**WHAT YOU ARE ASKED TO DO:** Only one portion of the data is to be written out: from the line bearing "if out, errs, code" through the line bearing "column is refused.". Write it exactly as it appears.
=-=-=
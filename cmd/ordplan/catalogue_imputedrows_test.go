package main

import (
	"fmt"
	"os"
	"path/filepath"
	"strings"
	"testing"
)

// imputedIncomplete writes inc.csv: d.csv with column a empty in every
// row whose outcome is 3 or whose b is 1, so that category 3 and level 1
// of b occur in no complete row; and imp-inc.csv, two stacked imputed
// sets of it, a filled in (0.1 in set 1, 0.2 in set 2), every other value
// as the data file has it. run fits the sets' 120 rows, never inc.csv's
// complete ones.
func imputedIncomplete(t *testing.T, dir, id string) {
	t.Helper()
	b, err := os.ReadFile(filepath.Join(dir, "d.csv"))
	if err != nil {
		t.Fatal(err)
	}
	lines := strings.Split(strings.TrimSpace(string(b)), "\n")
	inc := []string{lines[0]}
	stack := "imp," + lines[0] + "\n"
	for k := 1; k <= 2; k++ {
		for _, l := range lines[1:] {
			f := strings.Split(l, ",")
			if f[0] == "3" || f[2] == "1" {
				f[1] = fmt.Sprintf("0.%d", k)
			}
			stack += fmt.Sprintf("%d,%s\n", k, strings.Join(f, ","))
		}
	}
	for _, l := range lines[1:] {
		f := strings.Split(l, ",")
		if f[0] == "3" || f[2] == "1" {
			f[1] = ""
		}
		inc = append(inc, strings.Join(f, ","))
	}
	os.WriteFile(filepath.Join(dir, "inc.csv"), []byte(strings.Join(inc, "\n")+"\n"), 0o644)
	os.WriteFile(filepath.Join(dir, "imp-inc.csv"), []byte(stack), 0o644)
}

// imputedIncompletePlan is the plan of imputedIncomplete's files: the
// outcome's categories declared (cats), b categorical.
func imputedIncompletePlan(cats string) string {
	return edit("  file: d.csv\n", "  file: inc.csv\n  imputed: {file: imp-inc.csv, column: imp}\n",
		"column: y", "column: y\n    categories: "+cats,
		"predictors:", "categorical:\n  b: {levels: [\"0\", \"1\"]}\npredictors:")
}
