package main

import (
	"bytes"
	"os"
	"os/signal"
	"path/filepath"
	"syscall"
	"testing"
	"time"
)

// SIGHUP (the terminal closed) stops a command holding an output folder
// as SIGTERM does: one line saying what the folder holds, the lock
// released and the folder the command made removed; it once ended the
// process at once, leaving the folder and a stale lock.
func TestHangupStopsLikeTerm(t *testing.T) {
	if signal.Ignored(syscall.SIGHUP) {
		t.Skip("the tests run with SIGHUP ignored (nohup)")
	}
	catchInterrupts(t)
	got := make(chan os.Signal, 4)
	signal.Notify(got, syscall.SIGHUP) // harmless to the tests once no watch holds it
	defer signal.Stop(got)
	stops := make(chan os.Signal, 4)
	stopOnInterrupt = func(s os.Signal) { stops <- s }
	dir := filepath.Join(t.TempDir(), "out")
	var stderr bytes.Buffer
	l, err := claimOutput(dir, "power", []string{"power.md"}, &stderr)
	if err != nil {
		t.Fatal(err)
	}
	defer l.Unlock()
	p, _ := os.FindProcess(os.Getpid())
	p.Signal(syscall.SIGHUP)
	select {
	case s := <-stops:
		if s != syscall.SIGHUP {
			t.Errorf("stopped by %v", s)
		}
	case <-time.After(5 * time.Second):
		t.Fatal("SIGHUP did not stop the command")
	}
	if want := "ordplan power: stopped (SIGHUP: its terminal was closed) before writing its outputs; output folder " + dir + ": no output was written, and the folder, which it made, is removed again\n"; stderr.String() != want {
		t.Errorf("stderr %q, want %q", stderr.String(), want)
	}
	if _, err := os.Lstat(dir); err == nil {
		t.Errorf("the folder and its lock are still there")
	}
}
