// The same data with booleans in CSV (TRUE and FALSE; true and false),
// an .xlsx workbook of boolean cells and a Parquet file of BOOLEAN
// columns give byte-identical decisions.json through ordplan run, but for
// the hashes of the files as read: a boolean is 1 or 0 where it is a
// number (b, with its dictionary's values 0 and 1), the declared level it
// spells where it is categorical (f, levels FALSE and TRUE), and the
// subset's one_of [TRUE] keeps the same rows.
func TestFormatsAgreeOnBooleans(t *testing.T) {
	rows := boolSurvey()
	csvText := func(spell func(bool) string) []byte {
		var b strings.Builder
		b.WriteString("outcome,x,b,f,s\n")
		for _, r := range rows {
			bs := ""
			if r.B != nil {
				bs = spell(*r.B)
			}
			fmt.Fprintf(&b, "%s,%s,%s,%s,%s\n", r.Outcome, strconv.FormatFloat(r.X, 'g', -1, 64), bs, spell(r.F), spell(r.S))
		}
		return []byte(b.String())
	}
	upper := csvText(func(b bool) string { return strings.ToUpper(strconv.FormatBool(b)) })
	lower := csvText(strconv.FormatBool)
	book := excelize.NewFile()
	defer book.Close()
	book.SetSheetRow("Sheet1", "A1", &[]any{"outcome", "x", "b", "f", "s"})
	for i, r := range rows {
		cells := []any{r.Outcome, r.X, nil, r.F, r.S}
		if r.B != nil {
			cells[2] = *r.B
		}
		cell, _ := excelize.CoordinatesToCellName(1, i+2)
		book.SetSheetRow("Sheet1", cell, &cells)
	}
	var xb, pb bytes.Buffer
	if err := book.Write(&xb); err != nil {
		t.Fatal(err)
	}
	if err := parquet.Write(&pb, rows); err != nil {
		t.Fatal(err)
	}
	plan := func(dir, file string) string {
		src := `version: 1
title: Booleans agree
seed: 11
data:
  file: ` + file + `
  missing_values: ["", "NA"]
outcomes:
  - column: outcome
    categories: [low, mid, high]
subset:
  - {column: s, one_of: ["TRUE"]}
categorical:
  f: {levels: ["FALSE", "TRUE"]}
predictors: [x, b, f]
dictionary:
  x: {label: A number}
  b: {values: [0, 1], label: A boolean read as a number}
  f: {label: A boolean read as levels}
  s: {values: [0, 1], label: The boolean the subset reads}
models:
  approaches: [cumulative]
  effects: [parallel, nonparallel]
  links: [logit]
tests:
  parallel_lines: [lr, wald]
rules:
  - reject_unconverged: true
  - prefer_simpler: {by: bic, margin: 2}
report:
  timestamp: false
`
		p := filepath.Join(dir, "plan.yaml")
		if err := os.WriteFile(p, []byte(src), 0o644); err != nil {
			t.Fatal(err)
		}
		return p
	}
	cases := []struct {
		file string
		data []byte
	}{{"d.csv", upper}, {"d.csv", lower}, {"d.xlsx", xb.Bytes()}, {"d.parquet", pb.Bytes()}}
	var want []byte
	for i, c := range cases {
		dir := t.TempDir()
		if err := os.WriteFile(filepath.Join(dir, c.file), c.data, 0o644); err != nil {
			t.Fatal(err)
		}
		got := planDecisions(t, dir, c.file, c.data, plan(dir, c.file))
		if i == 0 {
			want = got
			for _, s := range []string{`"f.TRUE"`, `"column": "b"`, `"b"`} {
				if !bytes.Contains(got, []byte(s)) {
					t.Fatalf("decisions.json lacks %s:\n%s", s, got)
				}
			}
			continue
		}
		sameDecisions(t, fmt.Sprintf("case 1 and case %d (%s)", i+1, c.file), want, got)
	}
}

// A workbook whose hidden first sheet holds an old draft is read from its
// one visible sheet with cells, never the hidden one; run.json, the
// report's data section and ordplan fit name the sheet read, count the
// rows read that the sheet hides (they are data), and name the hidden
// columns read (age, column D), not those not read (district, I).
func TestWorkbookSheetNamedInOutputs(t *testing.T) {
	raw := exampleData(t, "quietstreets.csv")
	lines := strings.Split(strings.TrimSpace(string(raw)), "\n")
	f := excelize.NewFile()
	defer f.Close()
	f.SetSheetName("Sheet1", "draft")
	f.SetCellValue("draft", "A1", "safety")
	f.SetCellValue("draft", "A2", "an old draft")
	if _, err := f.NewSheet("data"); err != nil {
		t.Fatal(err)
	}
	for i, ln := range lines {
		for j, c := range strings.Split(ln, ",") {
			cell, _ := excelize.CoordinatesToCellName(j+1, i+1)
			if v, err := strconv.ParseFloat(c, 64); err == nil && i > 0 {
				f.SetCellValue("data", cell, v)
			} else if c != "" {
				f.SetCellValue("data", cell, c)
			}
		}
	}
	f.SetRowVisible("data", 5, false)
	f.SetRowVisible("data", 9, false)
	f.SetColVisible("data", "D", false)
	f.SetColVisible("data", "I", false)
	f.SetActiveSheet(1)
	if err := f.SetSheetVisible("draft", false); err != nil {
		t.Fatal(err)
	}
	dir := t.TempDir()
	var b bytes.Buffer
	if err := f.Write(&b); err != nil {
		t.Fatal(err)
	}
	os.WriteFile(filepath.Join(dir, "d.xlsx"), b.Bytes(), 0o644)
	p := dialectPlan(t, dir, "d.xlsx", "")
	out := filepath.Join(dir, "out")
	if stdout, stderr, code := runCLI("run", p, "--out", out, "--quiet"); code != 0 {
		t.Fatalf("exit %d: %s %s", code, stdout, stderr)
	}
	rj, _ := os.ReadFile(filepath.Join(out, "run.json"))
	if !bytes.Contains(rj, []byte(`"sheet": "data"`)) || !bytes.Contains(rj, []byte(`"hidden_rows_read": 2`)) || bytes.Contains(rj, []byte("sheet_hidden")) || !bytes.Contains(rj, []byte("\"hidden_columns_read\": [\n      \"age\"\n    ]")) {
		t.Errorf("run.json does not name the sheet read and its hidden rows:\n%s", rj)
	}
	md, _ := os.ReadFile(filepath.Join(out, "report.md"))
	for _, want := range []string{`The rows were read from the workbook's sheet "data". 2 of the rows read are hidden in the sheet`,
		`if they should not count); column "age" (column D), which is read, is hidden in the sheet; it was read as data like the others (a hidden column is often an old version kept out of view: check that it is the column meant).`} {
		if !bytes.Contains(md, []byte(want)) {
			t.Errorf("report.md lacks %q", want)
		}
	}
	stdout, stderr, code := runCLI("fit", "--data", filepath.Join(dir, "d.xlsx"), "--outcome", "safety", "--categories", "very_unsafe,unsafe,neutral,safe,very_safe", "--predictors", "pilot,female,age")
	if want := `d.xlsx, sheet "data": `; code != 0 || !strings.Contains(stdout, want) || !strings.Contains(stdout, "; 2 of the rows read are hidden in the sheet") || !strings.Contains(stdout, `; column "age" (column D), which is read, is hidden in the sheet`) {
		t.Errorf("ordplan fit: exit %d, want %q and the hidden rows in its Data line:\n%s%s", code, want, stdout, stderr)
	}
	stdout, stderr, code = runCLI("fit", "--data", filepath.Join(dir, "d.xlsx"), "--sheet", "draft", "--outcome", "safety", "--predictors", "age")
	if code != 1 || !strings.Contains(stderr, `column "age": predictor column not found in the header`) {
		t.Errorf("ordplan fit --sheet draft: exit %d: %s%s", code, stdout, stderr)
	}
}
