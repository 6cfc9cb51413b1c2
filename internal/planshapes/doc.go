// Package planshapes makes analysis plans for structure-aware fuzzing: the
// fuzz bytes choose a base plan and the changes made to it (keys dropped,
// duplicated or added from plan.Spec, values of the right kind or of
// another, out-of-range numbers, lists grown, shrunk or reordered), so that
// the fuzzer reaches the plan checks that byte-level changes to YAML text
// rarely get past the decoder to. Only tests import it.
package planshapes
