package main

import (
	"fmt"
	"io"
)

func cmdRun(args []string, stdout, stderr io.Writer) int {
	fmt.Fprintln(stderr, "ordplan run: not available in this build")
	return exitFail
}

func cmdCheck(args []string, stdout, stderr io.Writer) int {
	fmt.Fprintln(stderr, "ordplan check: not available in this build")
	return exitFail
}
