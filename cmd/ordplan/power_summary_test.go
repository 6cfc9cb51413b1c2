package main

import (
	"testing"

	"ordplan/runner/simulate"
)

// The summary line names every model tied at the top share, in order of
// name, whatever order the study listed them in; a single top model alone.
func TestMostOftenChosenNamesTies(t *testing.T) {
	share := func(m string, c int) simulate.ModelShare {
		return simulate.ModelShare{Model: m, Share: simulate.Rate{Count: c, Of: 40, Rate: float64(c) / 40}}
	}
	for _, tc := range []struct {
		chosen []simulate.ModelShare
		want   string
	}{
		{[]simulate.ModelShare{share("cumulative/parallel/logit", 19), share("adjacent/parallel/logit", 19), share("(none)", 2)},
			"most often chosen, tied: adjacent/parallel/logit, cumulative/parallel/logit (0.475 each)"},
		{[]simulate.ModelShare{share("cumulative/parallel/logit", 20), share("adjacent/parallel/logit", 19), share("(none)", 1)},
			"most often chosen cumulative/parallel/logit (0.500)"},
		{[]simulate.ModelShare{share("b", 10), share("a", 10), share("c", 10), share("d", 10)},
			"most often chosen, tied: a, b, c, d (0.250 each)"},
	} {
		if got := mostOftenChosen(tc.chosen); got != tc.want {
			t.Errorf("got  %s\nwant %s", got, tc.want)
		}
	}
}
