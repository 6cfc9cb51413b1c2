package main

import (
	"strings"
	"testing"
)

// ordplan check counts the plan's outcomes and predictors in words: "1
// outcome, 1 predictor", "2 predictors"; it wrote "1 outcome(s)".
func TestCheckCountsInWords(t *testing.T) {
	csv := "y,x,z\n1,0.5,1\n2,1.5,0\n3,2.5,1\n1,3.5,0\n2,0.1,1\n3,1.1,0\n1,2.2,1\n2,0.7,0\n3,3.1,1\n1,1.9,0\n"
	plan := "version: 1\ndata: {file: d.csv}\noutcomes: [{column: y}]\npredictors: [x]\nmodels: {approaches: [cumulative], effects: [parallel]}\nrules: [{choose: {by: aic}}]\n"
	p := writeStudy(t, t.TempDir(), csv, plan)
	out, errs, code := runCLI("check", p)
	if code != 0 || !strings.Contains(out, "plan is valid (1 outcome, 1 predictor, sha256 ") {
		t.Errorf("exit %d, want the counts in words:\n%s%s", code, out, errs)
	}
	p = writeStudy(t, t.TempDir(), csv, strings.Replace(plan, "predictors: [x]", "predictors: [x, z]", 1))
	if out, errs, code = runCLI("check", p); code != 0 || !strings.Contains(out, "plan is valid (1 outcome, 2 predictors, sha256 ") {
		t.Errorf("exit %d, want the counts in words:\n%s%s", code, out, errs)
	}
}
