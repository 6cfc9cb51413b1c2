package main

import (
	"os"
	"path/filepath"
	"strings"
	"testing"
)

// A Parquet file's nested columns (a list tags, a struct meta beside the
// outcome y and the number a) are listed by init as not readable, never
// as the outcome or a predictor, and the plan it writes checks against
// the file; an --outcome naming a nested column is refused.
func TestInitNestedParquet(t *testing.T) {
	dir := t.TempDir()
	dataPath := filepath.Join(dir, "n.parquet")
	if err := os.WriteFile(dataPath, nestedParquet(t), 0o644); err != nil {
		t.Fatal(err)
	}
	planPath := filepath.Join(dir, "n.yaml")
	if _, errs, code := runCLI("init", planPath, "--data", dataPath); code != 0 {
		t.Fatal(errs)
	}
	text, err := os.ReadFile(planPath)
	if err != nil {
		t.Fatal(err)
	}
	hasEach(t, string(text),
		"#   tags  a list, a nested Parquet column: not readable by ordplan (write it as a flat column to use it)\n",
		"#   meta  a struct, a nested Parquet column: not readable by ordplan (write it as a flat column to use it)\n",
		"  - column: \"y\"",
		"predictors: [a]\n",
	)
	if _, errs, code := runCLI("check", planPath); code != 0 {
		t.Errorf("check of the plan init wrote: exit %d\n%s\n%s", code, errs, text)
	}
	_, errs, code := runCLI("init", filepath.Join(dir, "m.yaml"), "--data", dataPath, "--outcome", "tags")
	if code == 0 || !strings.Contains(errs, `--outcome: column "tags" is a list, a nested Parquet column, which ordplan does not read`) {
		t.Errorf("--outcome tags: exit %d\n%s", code, errs)
	}
}
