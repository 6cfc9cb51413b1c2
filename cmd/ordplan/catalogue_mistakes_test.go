package main

// Catalogue items of mistakes a hostile or careless user made on the
// command line, in plans and in folders (docs/bad-inputs.md), run by
// TestBadInputCatalogue with the others.

import (
	"fmt"
	"os"
	"path/filepath"
	"strings"
	"testing"
)

// noFolder checks that an item made no folder name in dir.
func noFolder(name string) func(t *testing.T, dir, out, errs string) {
	return func(t *testing.T, dir, out, errs string) {
		t.Helper()
		if _, err := os.Stat(filepath.Join(dir, name)); !os.IsNotExist(err) {
			t.Errorf("%s was made: %v", name, err)
		}
	}
}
=-=-=
**ANSWER TO THIS TASK:**
	if out, errs, code = runCLI("check", p); code != 0 || !strings.Contains(out, "plan is valid (1 outcome, 2 predictors, sha256 ") {
		t.Errorf("exit %d, want the counts in words:\n%s%s", code, out, errs)
	}
}
repository 6cfc9cb51413b1c2
package main

import (
	"os"
	"path/filepath"
	"strings"
	"testing"
)

// A Parquet file's nested columns (a list tags, a struct meta beside the
// outcome y and the number a) are listed by init as not readable, never
// as the outcome or a predictor, and the plan it writes checks against
// the file; an --outcome naming a nested column is refused.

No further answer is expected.